Antonio Tarver Believes it's his Time




It’s been a long time coming for Antonio Tarver – a journey through boxing’s backroads, through the tough fights in front of even tougher crowds.  It all led to this – a fight with Glen Johnson on December 18 at Los Angeles STAPLES Center that will determine who is the premier 175-pounder in the world. But even though the world now knows the “Magic Man” as the first fighter to knockout Roy Jones Jr. (which he accomplished in May of 2004), Tarver is far from an overnight success.

“If they only knew the steps I had to take,” said Tarver from his training camp in Vero Beach, Florida.  “It’s my time now, and I had to wait patiently for that opportunity.  So I’m going to bask in it, I’m gonna relish it, and just make sure that my time lasts a lot longer than some people would even think about.  I want to do this for the next 3-4 years, continue to have the sensational bouts, continue to challenge myself as a fighter, and continue to win.  That’s my goal.”

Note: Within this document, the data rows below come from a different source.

"""What-if scenarios: an operator's actions applied to the forecast drivers, and a paired run.

Actions (combinable; times are offsets from the analysis time t0 [d]):

* :class:`Release` — ``flow_m3_s`` more water passed through basin b for a
  period. Basins keep a constant volume (:mod:`hydraulics`), so water
  released at b's outlet must enter b at the same rate. Bloomline's
  modelling decision: the release is made up by more of the water that
  feeds b — the external inflows whose water passes through b, each in
  proportion to its current flow and with its own concentrations (water let
  down from storage upstream of the inflow, or passed by a diversion) — and
  then follows the network to the outlet like any other water. Basin b's
  dilution rate rises from D = Q/V to D = (Q + q)/V, the dilution rate of
  the chemostat (Monod 1950; Novick & Szilard 1950), and a group whose
  maximum net growth rate stays below D washes out (Herbert, Elsworth &
  Telling 1956, J. Gen. Microbiol. 14:601; Smith & Waltman 1995, *The
  Theory of the Chemostat*, Cambridge). Basins on the way from the inflows
  to b and below b are flushed as well.
* :class:`Transfer` — ``flow_m3_s`` of water brought from elsewhere into
  basin b, with its own nitrogen, phosphorus and (optionally) temperature;
  it too follows the network to the outlet.
* :class:`LoadChange` — an inflow's nitrogen and phosphorus concentrations
  (so its loads at the same flow) changed by a percentage from a time on;
  water released from that inflow's supply changes with it.

The action water flows in inflow columns appended to the network
(:func:`apply_actions`). The run without the action has the same columns at
zero flow, so both runs share one spec and one code path, and an action of
zero flow or zero change gives, bit for bit, the run without it.

Water temperature is a driver of the model, not a state. An action that
changes flows changes it by an anomaly θ (T, [M,] B) [°C] carried by the
flows: with L0 and L1 the transport operators without and with the action
(:func:`hydraulics.transport_matrix`) and T the unchanged temperature,
dθ/dt = L1·θ + (L1 − L0)·T + s − θ/τ, where s brings each action water in
at its own temperature (or, when none is given, at the temperature of the
basin it enters) and τ is each basin's surface relaxation time toward the
equilibrium temperature (the linearised surface heat exchange of Edinger,
Duttweiler & Geyer 1968, Water Resour. Res. 4:1137). Implicit Euler on the
driver times.

:func:`paired_run` runs the same members, with the same per-member
parameters and driver scenarios, once without and once with the action.
The forecast integrator draws no random numbers (the filter's model error
is added in the analysis cycle, not in the forecast), so the two runs
differ by the action alone and their member-by-member difference is its
effect (:func:`paired_difference`). :func:`action_budget` gives the water
and the nutrient loads the action adds, from the forcing the model sees.
"""
from __future__ import annotations

import dataclasses
import math
from dataclasses import dataclass

import numpy as np

from assimilation import hydraulics, integrate
from assimilation.forcing import forcing_at
from assimilation.forecast import DailyForecast
from assimilation.spec import Drivers, ModelSpec, Network

KG_PER_UG_L_M3 = 1e-6   # µg/L · m³ = mg → kg
#: Quantiles of the paired difference reported with its median.
DIFFERENCE_QUANTILES = (0.05, 0.5, 0.95)
_EPS_D = 1e-9


def _finite(name: str, value: float, *, minimum: float | None = None, strictly: bool = False) -> float:
    try:
        x = float(value)
    except (TypeError, ValueError):
        raise ValueError(f"{name} must be a number, got {value!r}") from None
    if not math.isfinite(x):
        raise ValueError(f"{name} must be finite, got {value!r}")
    if minimum is not None and (x <= minimum if strictly else x < minimum):
        raise ValueError(f"{name} must be {'>' if strictly else '≥'} {minimum:g}, got {x:g}")
    return x


def _index(name: str, value) -> int:
    if isinstance(value, bool) or not isinstance(value, (int, np.integer)) or value < 0:
        raise ValueError(f"{name} must be a non-negative integer index, got {value!r}")
    return int(value)


@dataclass(frozen=True)
class Release:
    """Extra water through basin ``basin`` (index): ``flow_m3_s`` [m³/s] from
    ``start_d`` [d after t0] for ``duration_d`` [d], made up by the inflows that feed it."""

    basin: int
    flow_m3_s: float
    start_d: float
    duration_d: float

    def __post_init__(self):
        object.__setattr__(self, "basin", _index("Release.basin", self.basin))
        object.__setattr__(self, "flow_m3_s", _finite("Release.flow_m3_s", self.flow_m3_s, minimum=0.0))
        object.__setattr__(self, "start_d", _finite("Release.start_d", self.start_d, minimum=0.0))
        object.__setattr__(self, "duration_d", _finite("Release.duration_d", self.duration_d, minimum=0.0,
                                                       strictly=True))


@dataclass(frozen=True)
class Transfer:
    """Water from elsewhere into basin ``basin`` (index): ``flow_m3_s`` [m³/s] from ``start_d``
    [d after t0] for ``duration_d`` [d], with DIN ``nitrogen_ugL`` [µg N/L], SRP
    ``phosphorus_ugL`` [µg P/L] and ``temperature_C`` [°C] (None: that of the basin it enters)."""

    basin: int
    flow_m3_s: float
    start_d: float
    duration_d: float
    nitrogen_ugL: float
    phosphorus_ugL: float
    temperature_C: float | None = None

    def __post_init__(self):
        object.__setattr__(self, "basin", _index("Transfer.basin", self.basin))
        object.__setattr__(self, "flow_m3_s", _finite("Transfer.flow_m3_s", self.flow_m3_s, minimum=0.0))
        object.__setattr__(self, "start_d", _finite("Transfer.start_d", self.start_d, minimum=0.0))
        object.__setattr__(self, "duration_d", _finite("Transfer.duration_d", self.duration_d, minimum=0.0,
                                                       strictly=True))
        object.__setattr__(self, "nitrogen_ugL", _finite("Transfer.nitrogen_ugL", self.nitrogen_ugL, minimum=0.0))
        object.__setattr__(self, "phosphorus_ugL", _finite("Transfer.phosphorus_ugL", self.phosphorus_ugL,
                                                           minimum=0.0))
        if self.temperature_C is not None:
            object.__setattr__(self, "temperature_C", _finite("Transfer.temperature_C", self.temperature_C))


@dataclass(frozen=True)
class LoadChange:
    """Inflow ``inflow`` (index): DIN and SRP concentrations changed by ``nitrogen_percent`` and
    ``phosphorus_percent`` [%, ≥ −100] from ``start_d`` [d after t0] to the horizon."""

    inflow: int
    start_d: float
    nitrogen_percent: float = 0.0
    phosphorus_percent: float = 0.0

    def __post_init__(self):
        object.__setattr__(self, "inflow", _index("LoadChange.inflow", self.inflow))
        object.__setattr__(self, "start_d", _finite("LoadChange.start_d", self.start_d, minimum=0.0))
        for key in ("nitrogen_percent", "phosphorus_percent"):
            object.__setattr__(self, key, _finite(f"LoadChange.{key}", getattr(self, key), minimum=-100.0))


Action = Release | Transfer | LoadChange


@dataclass(frozen=True, eq=False)
class ScenarioDrivers:
    """The drivers of a paired run: ``spec`` is the network with the action-water inflows
    appended (columns ``action_inflows``; ``column_action`` gives the index of the action each
    belongs to); ``without`` has them at zero flow, ``with_action`` carries the actions."""

    spec: ModelSpec
    without: Drivers
    with_action: Drivers
    action_inflows: tuple[int, ...]
    column_action: tuple[int, ...]


def inflows_through(network: Network, basin: int) -> list[int]:
    """External inflows whose water passes through ``basin``: those entering it or a basin upstream."""
    out = []
    for i, b in enumerate(network.inflow_basin):
        node = b
        while node != -1 and node != basin:
            node = network.downstream[node]
        if node == basin:
            out.append(i)
    return out


def period_weights(rel_d: np.ndarray, start_d: float, end_d: float) -> np.ndarray:
    """Weights (T,) in [0, 1] at the driver times ``rel_d`` [d after t0] of an action that runs
    over [start_d, end_d) [d]: the lumped projection of the period's indicator onto the hat
    functions of the times, w_k = ∫ 1[start, end)·φ_k dt / ∫ φ_k dt.

    Drivers are interpolated linearly between their times, so a flow q·w_k delivers exactly
    q·(the length of the period within the times): the hat functions sum to one.
    """
    t = np.asarray(rel_d, dtype=float)
    if t.size == 1:
        return np.array([1.0 if start_d - _EPS_D <= t[0] < end_d - _EPS_D else 0.0])
    left, right = t[:-1], t[1:]
    h = right - left
    a = np.clip(start_d, left, right)
    b = np.clip(end_d, left, right)
    inside = b > a
    # ∫_a^b (right − t)/h dt and ∫_a^b (t − left)/h dt over each interval
    to_left = np.where(inside, ((right - a) ** 2 - (right - b) ** 2) / (2 * h), 0.0)
    to_right = np.where(inside, ((b - left) ** 2 - (a - left) ** 2) / (2 * h), 0.0)
    overlap = np.zeros(t.size)
    overlap[:-1] += to_left
    overlap[1:] += to_right
    support = np.zeros(t.size)
    support[:-1] += h / 2
    support[1:] += h / 2
    return np.clip(overlap / support, 0.0, 1.0)


def apply_actions(spec: ModelSpec, drivers: Drivers, actions, t0_d: float, *,
                  surface_relaxation_d) -> ScenarioDrivers:
    """The drivers without and with ``actions`` (see the module doc).

    drivers cover the forecast from ``t0_d`` [epoch days]; water temperature
    (T, B) or (T, M, B) [°C]. An action's flow or change is applied at the driver
    times with the weights of :func:`period_weights`, so that, interpolated
    linearly like every driver, it delivers exactly the volume of its period. surface_relaxation_d (B,) [d]: each basin's
    surface relaxation time (``inf`` for none). ValueError for an index out
    of range, an action whose period holds no driver time, or a release
    through a basin that no flowing inflow feeds.
    """
    drivers.check_against(spec)
    relax = np.broadcast_to(np.asarray(surface_relaxation_d, dtype=float), (spec.n_basins,))
    if np.any(~(relax > 0)):
        raise ValueError("surface_relaxation_d must be positive (inf for no surface exchange)")
    rel = drivers.time_d - float(t0_d)
    T, I, G = drivers.time_d.size, spec.n_inflows, spec.n_groups
    q0 = drivers.inflow_m3_s
    n_base, p_base = drivers.inflow_nitrogen_ugL, drivers.inflow_phosphorus_ugL
    chl = drivers.inflow_chlorophyll_ugL
    n_act, p_act = n_base.copy(), p_base.copy()
    for a in actions:
        if isinstance(a, LoadChange):
            if a.inflow >= I:
                raise ValueError(f"LoadChange.inflow must be an inflow index in 0..{I - 1}, got {a.inflow}")
            on = period_weights(rel, a.start_d, math.inf)
            n_act[:, a.inflow] *= 1.0 + on * (a.nitrogen_percent / 100.0)
            p_act[:, a.inflow] *= 1.0 + on * (a.phosphorus_percent / 100.0)
        elif not isinstance(a, (Release, Transfer)):
            raise ValueError(f"unknown action {a!r}; expected Release, Transfer or LoadChange")
    # appended columns: (basin, flow (T,), N (T,), P (T,), chlorophyll (T, G) or None, temperature, action)
    columns = []
    for k, a in enumerate(actions):
        if isinstance(a, LoadChange):
            continue
        if a.basin >= spec.n_basins:
            raise ValueError(f"{type(a).__name__}.basin must be a basin index in 0..{spec.n_basins - 1}, "
                             f"got {a.basin}")
        on = period_weights(rel, a.start_d, a.start_d + a.duration_d)
        if not on.any():
            raise ValueError(f"{type(a).__name__} from day offset {a.start_d:g} for {a.duration_d:g} d holds "
                             f"none of the driver times (they run to offset {rel[-1]:g} d)")
        name = spec.basins[a.basin].name
        if isinstance(a, Transfer):
            columns.append((a.basin, a.flow_m3_s * on, np.full(T, a.nitrogen_ugL),
                            np.full(T, a.phosphorus_ugL), None if chl is None else np.zeros((T, G)),
                            a.temperature_C, k))
            continue
        feeders = inflows_through(spec.network, a.basin)
        if not feeders:
            raise ValueError(f"no inflow feeds basin {name!r}, so no water can be released through it; "
                             f"bring water from elsewhere (a transfer) instead")
        supply = q0[:, feeders].sum(axis=1)
        if np.any(supply[on > 0] <= 0):
            raise ValueError(f"the inflows feeding basin {name!r} carry no water during the release, so "
                             f"none can be released through it; bring water from elsewhere (a transfer) instead")
        share = q0[:, feeders] / np.where(supply > 0, supply, 1.0)[:, None]
        for j, i in enumerate(feeders):
            columns.append((spec.network.inflow_basin[i], a.flow_m3_s * on * share[:, j],
                            n_act[:, i], p_act[:, i], None if chl is None else chl[:, i], None, k))
    network = Network(spec.network.downstream, spec.network.inflow_basin + tuple(c[0] for c in columns))
    spec_ext = dataclasses.replace(spec, network=network)
    C = len(columns)

    def stack(base, extra):
        return np.concatenate([base, np.stack(extra, axis=1) if C else np.zeros((T, 0))], axis=1)

    q_with = stack(q0, [c[1] for c in columns])
    q_without = stack(q0, [np.zeros(T) for _ in columns])
    n_extra, p_extra = [c[2] for c in columns], [c[3] for c in columns]
    chl_ext = None
    if chl is not None:
        chl_ext = np.concatenate([chl, np.stack([c[4] for c in columns], axis=1) if C else np.zeros((T, 0, G))],
                                 axis=1)
    without = Drivers(drivers.time_d, drivers.water_temperature_C, drivers.shortwave_W_m2, q_without,
                      stack(n_base, n_extra), stack(p_base, p_extra), chl_ext)
    temperature = drivers.water_temperature_C
    if C:
        theta = _temperature_anomaly(spec_ext, drivers.time_d, temperature, q_without, q_with,
                                     [(c[0], c[5]) for c in columns], I, relax)
        temperature = temperature + theta
    with_action = Drivers(drivers.time_d, temperature, drivers.shortwave_W_m2, q_with,
                          stack(n_act, n_extra), stack(p_act, p_extra), chl_ext)
    return ScenarioDrivers(spec_ext, without, with_action, tuple(range(I, I + C)), tuple(c[6] for c in columns))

To do that, Tarver (22-2, 18 KOs) will have to beat Glen Johnson (41-9-2, 28 KOs) like he beat all the other imposing challengers placed before him as he came up through the pro ranks.  From Reggie Johnson to Eric Harding, Montell Griffin to Roy Jones Jr., Tarver took on the toughest fights in the light heavyweight division, and was victorious.  It was a rough road, but he navigated it like a champion. “It was tough, but you know what it did?” asks Tarver.  “When I look back, I wouldn’t change a thing because it built character.  It really showed me how bad I wanted to be champion and how bad I wanted to be amongst the elite.  I wasn’t gonna take no for an answer.  I wasn’t gonna succumb to the critics, and I’m thankful for that.  I didn’t give up on God’s promise because I knew this is where he wanted me to be all along.  I wasn’t gonna give up on the promise and I wasn’t gonna give up on myself.  But when the time came, it was those times that I looked back on and I gained the strength that I needed to move
forward and through all my opposition.”

But even though some would place him at the pinnacle of his profession, he still trains like a hungry up and comer, knowing that one slip at this elite level could spell disaster.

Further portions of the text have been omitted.